Hi! I’m the beginner of CUDA Programing.
I make my own CUDA code for solving 2D Poisson Eqn which use Jacobi method.
For solving Poisson Eqn, I should iterate my own Poisson solving kernel for 1000 times.
Code is like this.
global void Poisson_Solving(double *phip,double *phim,double rhs)
{
int i=threadIdx.x;
int j=blockIdx.x;
int index=i+jblockDim.x;
global void Phi_Copy(double *phip,double phim)
{
int i=threadIdx.x;
int j=blockIdx.x;
int index=i+jblockDim.x;
phim[index]=phip[index];
}
int main (void)
{
:
for (s=0; s<1000, s++) {
Poisson_Solving<<<numBlock,numThread>>>(phip,phim,rhs);
Phi_Copy<<<numBlock,numThread>>>(phip,phim);
}
:
}
Result is very satisfying, But problem is kernel execution time.
I check kernel execution time for every iteration.
During First 500 iteration, kernel execution time is almost 0.00001 sec.
But, during the remaing 500 iteration, kernel execution time is almost 0.0003 sec.
kernel execution time is jumped up to 30 times.
Why is this phenomenon is happening?
There is something wrong in my code for thread hierarchy or kernel execution sequence???
this is indeed odd, as I would expect runtime for simple arithmetic operations to be constant. CUDA handles denormal numbers at full speed - and you are not calling any trigonometric or transcendental functions that may implement a slower code path for specific numeric ranges.
What you may be seeing is the kernel launch queue getting full.
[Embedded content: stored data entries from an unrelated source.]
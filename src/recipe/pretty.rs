//! Prints a syntax tree back as recipe text, in the canonical layout, with
//! only the parentheses the precedence rules need. Parsing the printed text
//! gives the same tree again (tested).

use super::ast::*;

/// A recipe in canonical text: one statement a line, as the parser reads it
/// back (the fingerprint is its hash).
pub fn recipe(r: &Recipe) -> String {
    let mut out = String::new();
    for s in &r.statements {
        statement(&mut out, s);
    }
    out
}

fn columns(cols: &[ColumnRef]) -> String {
    cols.iter().map(column).collect::<Vec<_>>().join(", ")
}

pub(crate) fn column(c: &ColumnRef) -> String {
    if c.braced {
        format!("{{{}}}", c.name)
    } else {
        c.name.clone()
    }
}

fn per(cols: &[ColumnRef]) -> String {
    if cols.is_empty() {
        String::new()
    } else {
        format!(" per {}", columns(cols))
    }
}

fn filter(f: &Option<Expr>) -> String {
    f.as_ref()
        .map(|e| format!(" where {}", expr(e)))
        .unwrap_or_default()
}

/// Text as a double-quoted string, with quotes, backslashes, newlines and tabs escaped.
pub fn quoted(text: &str) -> String {
    let mut out = String::from("\"");
    for c in text.chars() {
        match c {
            '"' => out.push_str("\\\""),
            '\\' => out.push_str("\\\\"),
            '\n' => out.push_str("\\n"),
            '\t' => out.push_str("\\t"),
            c => out.push(c),
        }
    }
    out.push('"');
    out
}

/// An `input` reading setting as written.
fn read_setting(setting: &ReadSetting) -> String {
    match setting {
        ReadSetting::Decimal(',') => "decimal comma".into(),
        ReadSetting::Decimal(_) => "decimal point".into(),
        ReadSetting::Thousands(None) => "thousands none".into(),
        ReadSetting::Thousands(Some(mark)) => format!("thousands {}", quoted(&mark.to_string())),
        ReadSetting::Encoding(label) => format!("encoding {}", quoted(label)),
        ReadSetting::KeepSummaryRows => "keep summary rows".into(),
        ReadSetting::MergeSimilarKeys => "merge similar keys".into(),
    }
}

fn statement(out: &mut String, s: &Statement) {
    let line = match &s.kind {
        StatementKind::Title(t) => format!("title {}", quoted(&t.value)),
        StatementKind::Input {
            sheet,
            header_row,
            reading,
        } => {
            let mut parts = Vec::new();
            if let Some(sheet) = sheet {
                parts.push(format!("sheet {}", quoted(&sheet.value)));
            }
            if let Some(row) = header_row {
                parts.push(format!("header row {}", row.value));
            }
            parts.extend(reading.iter().map(|r| read_setting(&r.value)));
            format!("input {}", parts.join(", "))
        }
        StatementKind::Header { names } => format!(
            "header {}",
            names.iter().map(column).collect::<Vec<_>>().join(" or ")
        ),
        StatementKind::Let { name, value } => format!("let {} = {}", name.value, expr(value)),
        StatementKind::RowsWhere(e) => format!("rows where {}", expr(e)),
        StatementKind::Panel {
            name,
            columns: cols,
            per: keys,
            filter: f,
        } => {
            format!(
                "panel {} of {}{}{}:",
                quoted(&name.value),
                columns(cols),
                per(keys),
                filter(f)
            )
        }
        StatementKind::Figures {
            name,
            per: keys,
            filter: f,
            figures,
        } => {
            let mut text = format!("figures {}{}{}:", quoted(&name.value), per(keys), filter(f));
            for figure in figures {
                text.push_str(&format!(
                    "\n    {} = {}",
                    figure.name.value,
                    expr(&figure.value)
                ));
            }
            text
        }
        StatementKind::Check {
            name,
            level,
            per: keys,
            condition,
        } => {
            let level = if *level == CheckLevel::Warn {
                "warn"
            } else {
                "fail"
            };
            format!(
                "check {} {level}{}: {}",
                quoted(&name.value),
                per(keys),
                expr(condition)
            )
        }
        StatementKind::Histogram {
            column: c,
            per: keys,
            bins,
        } => {
            let bins = match bins {
                Some(Spanned {
                    value: Bins::Rule(rule),
                    ..
                }) => format!(", bins {rule}"),
                Some(Spanned {
                    value: Bins::Count(n),
                    ..
                }) => format!(", bins {n}"),
                None => String::new(),
            };
            format!("histogram {}{}{bins}", column(c), per(keys))
        }
        StatementKind::Boxplot {
            column: c,
            per: keys,
        } => format!("boxplot {}{}", column(c), per(keys)),
        StatementKind::Period(p) => format!("period {}", quoted(&p.value)),
        StatementKind::PeriodFrom(c) => format!("period from {}", column(c)),
        StatementKind::Noise(n) => format!("noise {} se", number(n.value)),
        StatementKind::Label { column: c, text } => {
            format!("label {} {}", column(c), quoted(&text.value))
        }
        StatementKind::Drift(d) => format!(
            "drift {}{}",
            number(d.value.0),
            if d.value.1 { "%" } else { "" }
        ),
    };
    out.push_str(&line);
    out.push('\n');
}

fn number(v: f64) -> String {
    format!("{v}")
}

/// Precedence of an expression as an operand; atoms bind tightest.
fn precedence(e: &Expr) -> u8 {
    match &e.kind {
        ExprKind::If { .. } => 0,
        ExprKind::Binary { op, .. } => op.precedence(),
        ExprKind::Unary {
            op: UnaryOp::Not, ..
        } => 3,
        ExprKind::Unary {
            op: UnaryOp::Negate,
            ..
        } => 7,
        _ => 10,
    }
}

fn wrapped(e: &Expr, parens: bool) -> String {
    if parens {
        format!("({})", expr(e))
    } else {
        expr(e)
    }
}

/// An expression in canonical text, with only the parentheses it needs.
pub fn expr(e: &Expr) -> String {
    match &e.kind {
        ExprKind::Number(v) => number(*v),
        ExprKind::Percent(v) => format!("{}%", number(*v)),
        ExprKind::Text(t) => quoted(t),
        ExprKind::Date(serial) => format!("date {}", quoted(&crate::format::date(*serial))),
        ExprKind::Column(c) => column(c),
        ExprKind::Call { function, args } => {
            format!(
                "{}({})",
                function.value,
                args.iter().map(expr).collect::<Vec<_>>().join(", ")
            )
        }
        ExprKind::Unary {
            op: UnaryOp::Negate,
            operand,
        } => format!("-{}", wrapped(operand, precedence(operand) < 8)),
        ExprKind::Unary {
            op: UnaryOp::Not,
            operand,
        } => format!("not {}", wrapped(operand, precedence(operand) < 3)),
        ExprKind::If {
            condition,
            then,
            otherwise,
        } => {
            format!(
                "if {} then {} else {}",
                expr(condition),
                expr(then),
                expr(otherwise)
            )
        }
        ExprKind::Binary { op, left, right } => {
            let p = op.precedence();
            let (left_parens, right_parens) = if *op == BinaryOp::Power {
                (precedence(left) <= p, precedence(right) < 7)
            } else if op.is_comparison() {
                (precedence(left) <= p, precedence(right) <= p)
            } else {
                (precedence(left) < p, precedence(right) <= p)
            };
            format!(
                "{} {} {}",
                wrapped(left, left_parens),
                op.symbol(),
                wrapped(right, right_parens)
            )
        }
    }
}
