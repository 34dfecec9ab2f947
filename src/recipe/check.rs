//! The checker: resolves names and shapes before any data is read, so a
//! recipe mistake is reported at its line and column, not halfway through
//! a run. With the data's headers it also finds unknown columns.

use std::collections::{HashMap, HashSet};

use super::ast::*;
use super::diagnostic::Diagnostic;
use super::functions::{
    self, DatePart, Evaluation, Function, FunctionKind, OnDates, Parameter, Returns,
};
use super::suggest::closest;

/// One value per group, or one value per row.
#[derive(Debug, Clone, Copy, PartialEq, Eq)]
enum Shape {
    One,
    Rows,
}

#[derive(Debug, Clone, Copy, PartialEq, Eq)]
enum Value {
    Number,
    Truth,
    Text,
    /// A date (a spreadsheet serial underneath).
    Date,
    /// An order statistic (`max(x)`) of a column of unknown kind: a
    /// number, or a date if the column holds dates.
    NumberOrDate,
    List,
    /// A data column whose type is known only once the data is read.
    Unknown,
}

#[derive(Debug, Clone, Copy, PartialEq, Eq)]
struct Typed {
    shape: Shape,
    value: Value,
}

impl Typed {
    fn merge_shape(self, other: Typed) -> Shape {
        if self.shape == Shape::Rows || other.shape == Shape::Rows {
            Shape::Rows
        } else {
            Shape::One
        }
    }
}

/// Sheet names in xlsx: at most 31 characters, none of these.
const SHEET_FORBIDDEN: &[char] = &['[', ']', ':', '*', '?', '/', '\\'];
const SHEET_MAX: usize = 31;
/// The standard errors `noise N se` accepts, both ends included.
pub const NOISE_RANGE: (f64, f64) = (1.0, 10.0);
/// The histogram bin rules a recipe may name.
pub const BIN_RULES: &[&str] = &["sturges", "scott", "freedman_diaconis"];

/// What a data column holds, as far as the checker needs to know.
#[derive(Debug, Clone, Copy, PartialEq, Eq)]
pub enum DataKind {
    /// Numbers: usable in arithmetic and aggregates.
    Numbers,
    /// Dates: compared with dates, subtracted, summarised by order.
    Dates,
    /// Text: usable in `==`, `!=` and as a group key only.
    Text,
    /// Not known, or true/false, or empty: every use is allowed.
    Any,
}

/// A data column's header and kind.
#[derive(Debug, Clone, PartialEq, Eq)]
pub struct DataColumn {
    /// The header (after the recipe's `header` names are applied).
    pub name: String,
    /// What it holds.
    pub kind: DataKind,
}

/// What the checker found: errors refuse the recipe; warnings do not.
#[derive(Debug, Default)]
pub struct Findings {
    pub errors: Vec<Diagnostic>,
    pub warnings: Vec<Diagnostic>,
}

struct Checker<'a> {
    headers: Option<Vec<&'a str>>,
    kinds: HashMap<&'a str, DataKind>,
    /// `let`s on lines that could not be read: their uses are not checked.
    unread: HashSet<String>,
    lets: HashMap<String, Typed>,
    /// The `let` being checked, so that it cannot use itself.
    defining: Option<String>,
    problems: Vec<Diagnostic>,
    warnings: Vec<Diagnostic>,
}

/// Checks a parsed recipe; `columns` are the data's columns when known.
/// `assumed` are names of `let`s on lines that could not be read, so their
/// uses are not reported as unknown columns as well.
pub fn check(recipe: &Recipe, columns: Option<&[DataColumn]>, assumed: &[String]) -> Findings {
    let mut checker = Checker::new(columns);
    checker.unread.extend(assumed.iter().cloned());
    checker.statements(recipe);
    checker.rows_where_after_everything(recipe);
    Findings {
        errors: checker.problems,
        warnings: checker.warnings,
    }
}

/// Checks one expression on its own (for `sheaf calc`): any shape and a
/// list are fine there, since every value is printed on its own line.
pub fn check_expression(e: &Expr, columns: Option<&[DataColumn]>) -> Vec<Diagnostic> {
    let mut checker = Checker::new(columns);
    checker.expr(e);
    checker.problems
}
Are you running on Windows or Linux? How exactly were you measuring the kernel run time? The most precise method is with cudaEvents as detailed here: https://devblogs.nvidia.com/how-implement-performance-metrics-cuda-cc/
Note that kernel launches are asynchronous in general, unless for example the kernel launch queue is full and the launches become blocking until the queue can take more kernels.
You could be attempting to use dynamic parallelism to move the for loop with the kernel launches into another kernel.
I’m running my code on Linux.
As you say, I also think the kernel launch queue getting full.
Is there any way for preventing kernel launch queue getting full?
And, What is the benefit of using dynamic parallelism?
Adding a cudaDeviceSynchronize() after the two kernel calls would ensure that the kernels have finished executing before entering the next iteration. But overall it may hurt performance slightly.
Dynamic parallelism allows the CUDA code to launch kernels. It may shift some of the kernel launch overhead into the GPU itself. From the perspective of the CPU you would be only launching a single kernel that performs the 1000 iterations.